Considering the wide breadth of configurations that make up the modern family, I think we can affirm with Jeter: “A Christian family is a group of people who are related to each other through marriage, birth, or adoption and are committed, first and foremost, to the person and work of Jesus Christ, faithfully witnessing to the love, power, and forgiveness of God to a watching world in its unique time and place.”
A ‘Christian’ family is a group of people who are related “through marriage, birth or adoption” who are trying to follow Jesus, who are honoring His Word, who call sin sin.
Being a part of a ‘Christian’ family can get mess – NO question about that! But the glue that binds our hearts together is the love of God that’s been shed abroad in our hearts.
It’s this that helps us to love, forgive, challenge, encourage, mentor and pray for those with whom we share our lives.
To consider …
- Did you grow up in a Christian home? If so, how was your upbringing different than those of other families you knew?

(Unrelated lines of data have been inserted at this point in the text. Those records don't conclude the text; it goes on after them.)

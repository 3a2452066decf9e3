// SPDX-License-Identifier: GPL-3.0-or-later
#pragma once

class QWidget;

namespace planewright {

/// Pixels of one mm on the screen of a widget.
double truePixelsPerMm(const QWidget& widget);

} // namespace planewright
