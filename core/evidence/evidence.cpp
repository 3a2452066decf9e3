// SPDX-License-Identifier: GPL-3.0-or-later
#include "core/evidence/evidence.h"

#include "core/evidence/check_row.h"
#include "core/evidence/quantity.h"

#include "core/quantity/angle.h"

#include <cmath>

namespace planewright {

namespace {

double difference(bool isAngle, double a, double b) {
  return isAngle ? apart(Angle::fromDegrees(a), Angle::fromDegrees(b)).degrees() : std::abs(a - b);
}

/// Own arithmetic stands in the files with ten digits.
constexpr double ownDigits = 1e-9;

bool agreement(const CheckResult& result, const Quantity& quantity) {
  const bool isAngle = quantity.isAngle;
  if (result.status == CheckStatus::lastDigit || !result.printed)
    return difference(isAngle, result.computed, result.recomputed) <= ownDigits * quantity.scale;
  // A value printed exactly on the edge of its tolerance agrees.
  const double tolerance = result.tolerance * (1 + ownDigits);
  if (result.status == CheckStatus::sign)
    return difference(isAngle, std::abs(result.computed), std::abs(*result.printed)) <= tolerance;
  return difference(isAngle, result.computed, *result.printed) <= tolerance;
}

Result<Quantity> quantityOf(const CheckInputs& inputs, const CheckResult& asked) {
  if (inputs.word("typed"))
    return quantityOfTyped(inputs, asked.quantity);
  if (inputs.word("criterion"))
    return quantityOfStrength(inputs, asked.quantity);
  if (inputs.word("ea") || inputs.word("ex"))
    return quantityOfStrain(inputs, asked.quantity);
  if (inputs.word("shape"))
    return quantityOfSection(inputs, asked.quantity, asked.unit);
  return quantityOfState(inputs, asked.quantity);
}

Result<CheckResult> judged(CheckResult result) {
  Result<Quantity> quantity = quantityOf(CheckInputs(result.inputs), result);
  if (!quantity)
    return tl::unexpected(std::move(quantity).error());
  result.computed = quantity->value;
  result.agrees = agreement(result, *quantity);
  return result;
}

} // namespace

Results<std::vector<CheckResult>> recomputed(std::span<const std::string_view> rows) {
  std::vector<CheckResult> results;
  Problems problems;
  if (rows.empty() || !isHeading(rows.front()))
    return tl::unexpected(
        Problems{{{}, 1, 0, {}, PW_TEXT("Check", "This is not the heading of checks."), {}}});
  for (std::size_t i = 1; i < rows.size(); ++i) {
    Result<CheckResult> result = readCheckRow(rows[i]).and_then(judged);
    if (result) {
      results.push_back(*std::move(result));
    } else {
      result.error().line = static_cast<int>(i) + 1;
      problems.push_back(std::move(result).error());
    }
  }
  if (!problems.empty())
    return tl::unexpected(std::move(problems));
  return results;
}

Results<std::vector<CheckResult>> publishedChecks() {
  std::vector<CheckResult> results;
  Problems problems;
  for (const ShippedChecks& file : shippedChecks()) {
    Results<std::vector<CheckResult>> checks = recomputed(file.rows);
    if (checks)
      results.insert(results.end(), checks->begin(), checks->end());
    else
      for (Problem& problem : checks.error()) {
        problem.place = file.name;
        problems.push_back(std::move(problem));
      }
  }
  if (!problems.empty())
    return tl::unexpected(std::move(problems));
  return results;
}

} // namespace planewright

- Consider the genius of God’s design for marriage, family and human sexuality.
How has our culture drifted from God’s intention for these things?
What effect has it had on us as individuals? As families? As a nation?
How has it contributed to the current drug epidemic?
To birth outside of marriage?
How has it fueled the abortion debate?
What have we lost in our quest to separate ourselves from God’s plan for these things?
- What does your conception of a ‘Christian’ family look like?
What do you think should characterize a Christian home?
Are you practicing those things?
What changes could you make to bring your practice more in line with God’s desire?
- Have you ever bagged an octopus?
Did you find it difficult to do so?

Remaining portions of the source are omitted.